[Stored items]
──────────────────────────────
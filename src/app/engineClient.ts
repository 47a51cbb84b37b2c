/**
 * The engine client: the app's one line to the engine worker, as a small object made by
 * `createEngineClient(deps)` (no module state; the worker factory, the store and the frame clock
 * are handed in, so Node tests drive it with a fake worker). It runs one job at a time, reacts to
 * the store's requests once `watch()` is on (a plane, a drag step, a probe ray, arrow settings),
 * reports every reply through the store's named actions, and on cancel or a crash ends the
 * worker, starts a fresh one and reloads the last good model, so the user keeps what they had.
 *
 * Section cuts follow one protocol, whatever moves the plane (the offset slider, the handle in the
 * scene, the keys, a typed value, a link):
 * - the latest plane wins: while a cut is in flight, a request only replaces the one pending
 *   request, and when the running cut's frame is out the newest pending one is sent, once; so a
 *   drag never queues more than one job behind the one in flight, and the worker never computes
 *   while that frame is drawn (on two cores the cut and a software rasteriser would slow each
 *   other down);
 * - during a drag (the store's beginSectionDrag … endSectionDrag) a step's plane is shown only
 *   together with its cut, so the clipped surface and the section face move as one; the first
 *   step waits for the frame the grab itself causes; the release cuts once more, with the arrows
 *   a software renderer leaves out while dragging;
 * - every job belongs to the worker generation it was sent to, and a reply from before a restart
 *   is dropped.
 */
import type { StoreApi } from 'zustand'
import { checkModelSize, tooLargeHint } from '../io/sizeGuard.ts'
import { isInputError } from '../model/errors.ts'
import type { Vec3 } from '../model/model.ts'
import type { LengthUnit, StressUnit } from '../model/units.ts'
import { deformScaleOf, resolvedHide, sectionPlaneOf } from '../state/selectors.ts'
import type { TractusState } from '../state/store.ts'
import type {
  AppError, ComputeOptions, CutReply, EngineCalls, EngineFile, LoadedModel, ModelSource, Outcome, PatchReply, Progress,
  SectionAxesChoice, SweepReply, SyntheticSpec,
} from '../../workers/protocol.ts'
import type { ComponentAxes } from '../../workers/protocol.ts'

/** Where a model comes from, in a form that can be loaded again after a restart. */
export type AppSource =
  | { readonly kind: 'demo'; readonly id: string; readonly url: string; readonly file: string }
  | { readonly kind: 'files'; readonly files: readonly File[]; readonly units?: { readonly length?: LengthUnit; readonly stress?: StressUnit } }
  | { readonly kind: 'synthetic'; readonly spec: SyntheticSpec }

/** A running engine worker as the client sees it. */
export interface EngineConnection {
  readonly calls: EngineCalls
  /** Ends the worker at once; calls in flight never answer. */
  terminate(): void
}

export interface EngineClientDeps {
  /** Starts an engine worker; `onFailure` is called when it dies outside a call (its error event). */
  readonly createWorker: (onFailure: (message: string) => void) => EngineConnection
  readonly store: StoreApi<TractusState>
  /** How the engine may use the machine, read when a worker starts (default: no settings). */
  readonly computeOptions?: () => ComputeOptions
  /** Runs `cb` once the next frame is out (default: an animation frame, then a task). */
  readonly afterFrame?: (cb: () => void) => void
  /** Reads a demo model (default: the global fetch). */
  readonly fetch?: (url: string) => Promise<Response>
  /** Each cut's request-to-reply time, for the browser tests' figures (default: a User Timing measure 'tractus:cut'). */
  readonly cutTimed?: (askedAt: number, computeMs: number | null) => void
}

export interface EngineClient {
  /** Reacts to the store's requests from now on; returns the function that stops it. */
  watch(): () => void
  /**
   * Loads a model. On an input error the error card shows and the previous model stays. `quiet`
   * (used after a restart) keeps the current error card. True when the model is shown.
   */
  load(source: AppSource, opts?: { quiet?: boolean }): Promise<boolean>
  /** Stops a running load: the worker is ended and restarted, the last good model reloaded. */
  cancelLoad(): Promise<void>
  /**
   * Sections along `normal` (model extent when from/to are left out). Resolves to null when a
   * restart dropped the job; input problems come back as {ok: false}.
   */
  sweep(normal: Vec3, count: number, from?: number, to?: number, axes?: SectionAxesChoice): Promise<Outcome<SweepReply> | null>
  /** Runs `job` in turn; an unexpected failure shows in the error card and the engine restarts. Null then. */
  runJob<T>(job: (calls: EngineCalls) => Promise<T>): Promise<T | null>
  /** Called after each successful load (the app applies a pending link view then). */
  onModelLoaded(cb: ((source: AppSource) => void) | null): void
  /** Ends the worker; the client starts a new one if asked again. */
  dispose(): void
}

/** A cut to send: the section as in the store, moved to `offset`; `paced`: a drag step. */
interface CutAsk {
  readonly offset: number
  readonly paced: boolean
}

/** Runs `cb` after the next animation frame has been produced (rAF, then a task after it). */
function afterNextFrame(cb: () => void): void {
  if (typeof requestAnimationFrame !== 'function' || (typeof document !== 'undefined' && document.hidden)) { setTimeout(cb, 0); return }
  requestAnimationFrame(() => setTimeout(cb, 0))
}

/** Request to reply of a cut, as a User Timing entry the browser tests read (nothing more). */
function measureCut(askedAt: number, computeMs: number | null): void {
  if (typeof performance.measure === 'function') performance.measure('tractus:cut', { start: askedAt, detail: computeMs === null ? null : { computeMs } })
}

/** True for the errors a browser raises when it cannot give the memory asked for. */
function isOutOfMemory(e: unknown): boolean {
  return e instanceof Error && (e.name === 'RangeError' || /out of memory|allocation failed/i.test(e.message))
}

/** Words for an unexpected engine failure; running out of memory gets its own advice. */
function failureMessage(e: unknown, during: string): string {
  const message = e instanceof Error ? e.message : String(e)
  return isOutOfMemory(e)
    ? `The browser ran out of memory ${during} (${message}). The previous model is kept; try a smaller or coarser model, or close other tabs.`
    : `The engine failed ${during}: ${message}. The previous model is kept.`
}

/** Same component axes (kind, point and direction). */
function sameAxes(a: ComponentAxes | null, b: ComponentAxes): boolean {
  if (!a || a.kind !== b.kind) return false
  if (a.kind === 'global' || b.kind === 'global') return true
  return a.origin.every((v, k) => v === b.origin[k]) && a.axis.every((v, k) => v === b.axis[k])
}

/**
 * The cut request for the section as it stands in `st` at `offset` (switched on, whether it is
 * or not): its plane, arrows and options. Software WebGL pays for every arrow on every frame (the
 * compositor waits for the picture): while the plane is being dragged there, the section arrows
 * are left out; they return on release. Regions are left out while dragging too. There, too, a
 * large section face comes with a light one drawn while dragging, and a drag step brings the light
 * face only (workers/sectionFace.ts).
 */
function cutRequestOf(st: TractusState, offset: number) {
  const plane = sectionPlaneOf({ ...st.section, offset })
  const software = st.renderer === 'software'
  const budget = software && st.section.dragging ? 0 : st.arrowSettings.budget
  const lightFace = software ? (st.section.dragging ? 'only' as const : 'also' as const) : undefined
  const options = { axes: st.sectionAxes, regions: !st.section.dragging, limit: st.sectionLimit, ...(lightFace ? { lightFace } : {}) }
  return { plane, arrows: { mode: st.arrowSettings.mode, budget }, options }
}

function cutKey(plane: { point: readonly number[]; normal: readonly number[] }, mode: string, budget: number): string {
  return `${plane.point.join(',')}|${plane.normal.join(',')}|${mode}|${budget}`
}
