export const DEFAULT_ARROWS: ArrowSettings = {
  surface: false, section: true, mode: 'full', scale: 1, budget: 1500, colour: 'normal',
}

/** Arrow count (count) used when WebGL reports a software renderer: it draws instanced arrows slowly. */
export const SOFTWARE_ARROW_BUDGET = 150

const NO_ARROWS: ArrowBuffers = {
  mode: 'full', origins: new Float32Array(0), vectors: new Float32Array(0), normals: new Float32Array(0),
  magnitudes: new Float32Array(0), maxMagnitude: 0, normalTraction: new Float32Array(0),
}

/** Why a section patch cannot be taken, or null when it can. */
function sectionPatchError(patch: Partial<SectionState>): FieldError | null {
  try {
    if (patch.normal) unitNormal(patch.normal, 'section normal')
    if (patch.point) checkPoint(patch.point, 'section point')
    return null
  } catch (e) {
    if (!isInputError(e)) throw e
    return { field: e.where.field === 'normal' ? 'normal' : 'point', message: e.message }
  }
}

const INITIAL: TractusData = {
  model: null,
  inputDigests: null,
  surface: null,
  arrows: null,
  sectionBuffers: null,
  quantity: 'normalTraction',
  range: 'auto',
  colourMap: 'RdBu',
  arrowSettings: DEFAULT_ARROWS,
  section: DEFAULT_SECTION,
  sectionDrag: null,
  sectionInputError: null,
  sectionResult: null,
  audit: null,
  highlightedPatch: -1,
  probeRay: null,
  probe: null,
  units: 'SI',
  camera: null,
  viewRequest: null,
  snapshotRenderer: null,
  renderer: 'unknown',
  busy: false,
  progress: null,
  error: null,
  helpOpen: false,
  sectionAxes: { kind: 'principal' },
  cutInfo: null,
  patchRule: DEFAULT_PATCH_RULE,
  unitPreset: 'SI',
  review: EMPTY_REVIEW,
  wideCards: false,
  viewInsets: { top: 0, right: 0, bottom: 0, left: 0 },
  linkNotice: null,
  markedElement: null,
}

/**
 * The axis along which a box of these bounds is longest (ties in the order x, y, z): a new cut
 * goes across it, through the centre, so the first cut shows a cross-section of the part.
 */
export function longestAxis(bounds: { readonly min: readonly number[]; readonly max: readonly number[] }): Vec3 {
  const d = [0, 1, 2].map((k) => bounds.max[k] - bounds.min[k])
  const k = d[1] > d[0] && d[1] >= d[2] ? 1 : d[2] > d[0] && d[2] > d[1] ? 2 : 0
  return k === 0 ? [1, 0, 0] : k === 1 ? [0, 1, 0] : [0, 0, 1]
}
──────────────────────────────
TASK GOAL. When a line in the data contains "StoreApi", return it as written.

EXERCISE OUTPUT.
import type { StoreApi } from 'zustand'
  readonly store: StoreApi<TractusState>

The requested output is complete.